Write the records out once more, exactly as they are given.
START RECORD SET
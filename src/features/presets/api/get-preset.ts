import { queryOptions, useQuery } from '@tanstack/react-query';
import type { PresetDetail } from '../../../../shared/api/responses';
import { apiRequest } from '../../../lib/api-client';

export async function getPreset(presetId: string): Promise<PresetDetail> {
  return (await apiRequest<{ preset: PresetDetail }>(`/presets/${presetId}`)).preset;
}

export const getPresetQueryOptions = (presetId: string) => queryOptions({ queryKey: ['presets', presetId], queryFn: () => getPreset(presetId) });

export function usePreset(presetId: string) {
  return useQuery(getPresetQueryOptions(presetId));
}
END RECORD SET
RESPONSE TO THIS TASK:
filename src/features/presets/api/get-preset.ts
import { queryOptions, useQuery } from '@tanstack/react-query';
import type { PresetDetail } from '../../../../shared/api/responses';
import { apiRequest } from '../../../lib/api-client';

export async function getPreset(presetId: string): Promise<PresetDetail> {
  return (await apiRequest<{ preset: PresetDetail }>(`/presets/${presetId}`)).preset;
}

export const getPresetQueryOptions = (presetId: string) => queryOptions({ queryKey: ['presets', presetId], queryFn: () => getPreset(presetId) });

export function usePreset(presetId: string) {
  return useQuery(getPresetQueryOptions(presetId));
}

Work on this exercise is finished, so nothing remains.